Anyone who forms his own opinions and beliefs will feel that he owes no responsibility to the majority for his conclusions. If he is a genuine lover of truth, if he is inspired by a passion for seeing things as they are and a detestation of holding ideas which do not conform to facts, he will be wholly independent of the acquiesce of those around him. When he proceeds to apply his beliefs in the practical conduct of life, the position is different. There are then good reasons why his attitude should be less rigid. The society in which he is placed is an ancient and composite growth. The people from whom he dissents have not come by their opinions and institutions by a process of mere haphazard. These opinions and customs all had their origin in a certain real or supposed fitness. They have a certain depth of root in the lives of a proportion of the existing generation. Their fitness for satisfying needs may have misplaced, and their congruity with one another may have come to an end. That is only one side of the truth. The most passionate propagandist cannot penetrate to them.

In common language we speak of a generation as something possessed of a kind of exact unity, with all its parts and members homogeneous. Yet plainly it is not this. It is whole, but a whole in a state of constant flux, its factors and elements are eternally shifting. It is not one, but many generations. Each of the seven ages of man is neighbor to all the rest. The column of the veterans is already sinking into the last abyss, while the column of the newest recruits is forming. To its tradition, the tendency and its possibilities, only a proportion of each can have nerve enough to grasp the banner of a new truth and endurance to bear it along rugged and untrodden ways.

Then we must remember the substance of which life is made. We must consider what an overwhelming preponderance of the most persistent energies and most concentrated interests of a society must be absorbed between material cares and the solitude of the affections. It is obviously unreasonable to lose patience and quarrel with one’s time because it is tardy in throwing off its institutions and beliefs, and slow to achieve the transformation which is the problem in front of it. Men and women have to live. The task for most of us is hard enough to make us well pleased with even such imperfect shelter as we find in daily use and customs. To insist on a whole community being made at once to submit to the supremacy of new practices and ideas that have just begun to acclaim themselves to the most advanced speculative intelligence of the time. This, even if it were a possible process, would do much to make life impracticable and to hurry on social dissolution.

1. Overnight changes in social settings are not desirable because they will

(a) retard the progress

(b) lead to social disintegration

(c) give vitality to social life

(d) make a society too narrow to survive

(e) None of these

2. The hard task, according to the author, is to

(A) change the society

(B) earn a living

(C) change according to times

(a) Only A and C

(b) Only B and C

(c) Only A and B

(d) Only A

(e) Only C

3. The problem, which is discussed in the passage, reflects

(a) the realist attitude of the author

(b) the pessimistic views expressed by a group of people

(c) a doctrine that explains the role of culture

(d) making good use of a genuine lover of truth

(e) None of these

4. Which of the following best describes the phrase “apply his beliefs in the practical conduct of life”

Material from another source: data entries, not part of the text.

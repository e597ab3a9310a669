using System.Runtime.InteropServices;
using System.Text.Json;
using System.Threading.Channels;
using Dapper;
using Microsoft.Data.Sqlite;
using Microsoft.Extensions.Logging;

namespace RewriteProxy.Cache;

(a) To indoctrinate what he believes

(b) To denounce what he believes

(c) To preach what is practised

(d) To practise what is preached

(e) None of these

5. According to the author, a generation, which is heterogeneous, should be perceived as

(a) sum total of the parts of the sub-system

(b) a whole, which is not a total of the parts

(c) a fragmented group of people

(d) individual inter linkages connected through synergy

(e) None of these

6. According to the passage, which of the following is true?

(a) Impatience of intellectuals with practical problems is the source of progress.

(b) Day-to-day concerns dominate the life of most people.

(c) Intellectuals are the leaders of social transformation.

(d) Social change will be slow in the absence of effective leaders.

(e) None of these

7. According to the passage, from which of the following do the customs and traditions originate?

(a) Ignorance of events happening around

(b) Leadership prevailing in the contemporary society

(c) Social utility of the societal set-up

(d) Conflicts of individuals living in society

(e) None of these

Answer key:

1. (b) 2. (d) 3. (a) 4. (d) 5. (c) 6. (b) 7. (c)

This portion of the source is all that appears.